Researchers at Vanderbilt University Medical Center and colleagues have isolated a human monoclonal antibody that can "neutralize" the West Nile virus and potentially prevent a leading cause of viral encephalitis (brain inflammation) in the United States.
Their findings, reported this week in the journal Nature Microbiology, could lead to the first effective treatment for this mosquito-transmitted infection, which sickens 2,500 and kills more than 100 people throughout the country each year, according to the U.S. Centers for Disease Control and Protection (CDC).
"West Nile virus is still an important cause of brain infections in the U.S., and there is very little we can do to help these patients," said James Crowe Jr., MD, co-corresponding author of the paper and director of the Vanderbilt Vaccine Center.
"It was exciting for us to use our antibody discovery technologies to find naturally occurring human antibodies that can prevent or treat the infection," he said.
Crowe holds the Ann Scott Carell Chair in the Departments of Pediatrics and Pathology, Microbiology & Immunology at Vanderbilt University School of Medicine. He and his colleagues have isolated human monoclonal antibodies for many pathogenic viruses, including Zika, HIV, dengue, influenza, Ebola, norovirus, respiratory syncytial virus (RSV) and rotavirus.
In the current study, the researchers obtained serum and blood cell samples from 13 adults who were infected by the virus during the 2012 outbreak of West Nile encephalitis in Dallas, Texas.
Antibody-producing white blood cells from the subjects were fused to myeloma (cancer) cells to produce fast-growing "factories" of specific, monoclonal antibodies.
One of these antibodies, WNV-86, completely inhibited the virus in laboratory studies. A single dose of WNV-86 completely protected mice from an otherwise lethal West Nile infection.
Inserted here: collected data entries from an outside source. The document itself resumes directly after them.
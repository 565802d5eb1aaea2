import type { Change, FixChange } from '../../../core/index.ts'
import {
  CHANGE_WORDS,
  formatAngle,
  formatAreaDown,
  formatAreaUp,
  formatAzimuth,
  formatDbDown,
  formatFloor,
  formatMargin,
  formatMetPct,
  formatPlaceRange,
  formatSetting,
  NO_VALUE,
  pairWords,
  sectorWords,
  textOf,
  toFace,
  type UnitSystem,
  unitOf,
  verdictOf,
} from '../../words/index.ts'

/** What a change comes to: needs, fixes, sectors of the horizon, ground and floors. */
export function ChangeTables({ change, system, words }: { change: Change; system: UnitSystem; words: string }) {
  const area = (km2: number | null, format: typeof formatAreaUp) => (km2 === null ? NO_VALUE : textOf(format(km2, system)))
  const sectors = [...change.risen, ...change.fallen]
  return (
    <div className="change-tables" aria-live="polite">
      <p>
        <b>{words}</b>
      </p>
      <h4>{CHANGE_WORDS.needs}</h4>
      <table className="table">
        <caption className="visually-hidden">{CHANGE_WORDS.needs}</caption>
        <thead>
          <tr>
            <th scope="col">Need</th>
            <th scope="col" className="text">
              verdict
            </th>
            <th scope="col">in sight</th>
            <th scope="col">detectable</th>
            <th scope="col">usable</th>
            <th scope="col">worst height margin</th>
            <th scope="col">worst signal margin</th>
            <th scope="col">gains</th>
            <th scope="col">loses</th>
          </tr>
        </thead>
        <tbody>
          {change.needs.map((n) => {
            const [was, is] = [verdictOf(n.met.before), verdictOf(n.met.after)]
            return (
              <tr key={n.needId}>
                <td className="need">{n.name}</td>
                <td className="text">{was === is ? is : `${was} → ${is}`}</td>
                <td>{pairWords(n.inSightPct, (v) => formatMetPct(v))}</td>
                <td>{pairWords(n.detectablePct, (v) => formatMetPct(v))}</td>
                <td>{pairWords(n.usablePct, (v) => formatMetPct(v))}</td>
                <td>{pairWords(n.worstMarginM, (v) => formatMargin(v, system))}</td>
                <td>{pairWords(n.worstSignalDb, (v) => formatDbDown(v))}</td>
                <td>{area(n.gainedKm2, formatAreaDown)}</td>
                <td>{area(n.lostKm2, formatAreaUp)}</td>
              </tr>
            )
          })}
        </tbody>
      </table>
      <h4>{CHANGE_WORDS.fixes}</h4>
      {change.fixes.length === 0 ? <p className="ink-2">{CHANGE_WORDS.noFixes}</p> : <Fixes fixes={change.fixes} system={system} />}
      <h4>{CHANGE_WORDS.sectors}</h4>
      {sectors.length === 0 ? (
        <p className="ink-2">{CHANGE_WORDS.noSectors}</p>
      ) : (
        <ul className="sectors">
          {sectors.map((s) => (
            <li key={`${s.fromDeg} ${s.mostDeg}`}>{sectorWords(s, system)}</li>
          ))}
        </ul>
      )}
      <h4>{CHANGE_WORDS.ground}</h4>
      <dl className="pairs">
        <Pair label="Ground in sight" value={pairWords(change.groundInSightKm2, (v) => formatAreaDown(v, system))} />
        <Pair label="C/N over 40 dB" value={pairWords(change.clutterOver40Km2, (v) => formatAreaUp(v, system))} />
        <Pair label="Clutter comes or grows by 3 dB and more" value={area(change.clutterMoreKm2, formatAreaUp)} />
        <Pair label="Clutter goes or falls by 3 dB and more" value={area(change.clutterLessKm2, formatAreaDown)} />
        {change.floors.map((f) => (
          <Pair
            key={f.rangeM}
            label={`Floor at ${textOf(formatSetting(toFace('range', f.rangeM, system), unitOf('range', system), 0))}, worst`}
            value={pairWords(f.worstM, (v) => formatFloor(v, system))}
          />
        ))}
        <Pair
          label="Null spacing of two rays over level ground, λ/2h"
          value={pairWords(change.nullSpacingDeg, (v) => formatAngle(v, 0.01))}
        />
      </dl>
    </div>
  )
}

function Pair({ label, value }: { label: string; value: string }) {
  return (
    <div>
      <dt>{label}</dt>
      <dd>{value}</dd>
    </div>
  )
}

function Fixes({ fixes, system }: { fixes: readonly FixChange[]; system: UnitSystem }) {
  return (
    <table className="table">
      <caption className="visually-hidden">{CHANGE_WORDS.fixes}</caption>
      <thead>
        <tr>
          <th scope="col">Fix</th>
          <th scope="col">azimuth</th>
          <th scope="col">range</th>
          <th scope="col">floor</th>
          <th scope="col">altitude lost</th>
          <th scope="col" className="text">
            usable
          </th>
          <th scope="col" className="text">
            behind
          </th>
        </tr>
      </thead>
      <tbody>
        {fixes.map((f) => {
          const [was, is] = [f.before.usable, f.after.usable].map((u) => (u ? 'usable' : 'not usable'))
          return (
            <tr key={`${f.needId} ${f.name} ${f.azimuthDeg}`}>
              <td className="need">{f.name}</td>
              <td>{textOf(formatAzimuth(f.azimuthDeg))}</td>
              <td>{textOf(formatPlaceRange(f.rangeM, system))}</td>
              <td>{pairWords({ before: f.before.floorM, after: f.after.floorM }, (v) => formatFloor(v, system))}</td>
              <td>{f.floorRiseM === null ? NO_VALUE : textOf(formatFloor(f.floorRiseM, system))}</td>
              <td className="text">{was === is ? is : `${was} → ${is}`}</td>
              <td className="text">{f.after.obstacle}</td>
            </tr>
          )
        })}
      </tbody>
    </table>
  )
}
Further studies are needed before human testing can begin. But these findings are raising hopes for development of the first effective way to counter this potentially dangerous infection.
Researchers from the National Institute of Allergy and Infectious Diseases of the National Institutes of Health (NIH) and Washington University in St. Louis contributed to the study. Vanderbilt contributors included senior research specialist Nurgun Kose, graduate student Michael P. Doyle and Gopal Sapparapu, PhD, research assistant professor of Pediatrics.
The research was supported in part by NIH studies AI073755 and HHSN272201400018C.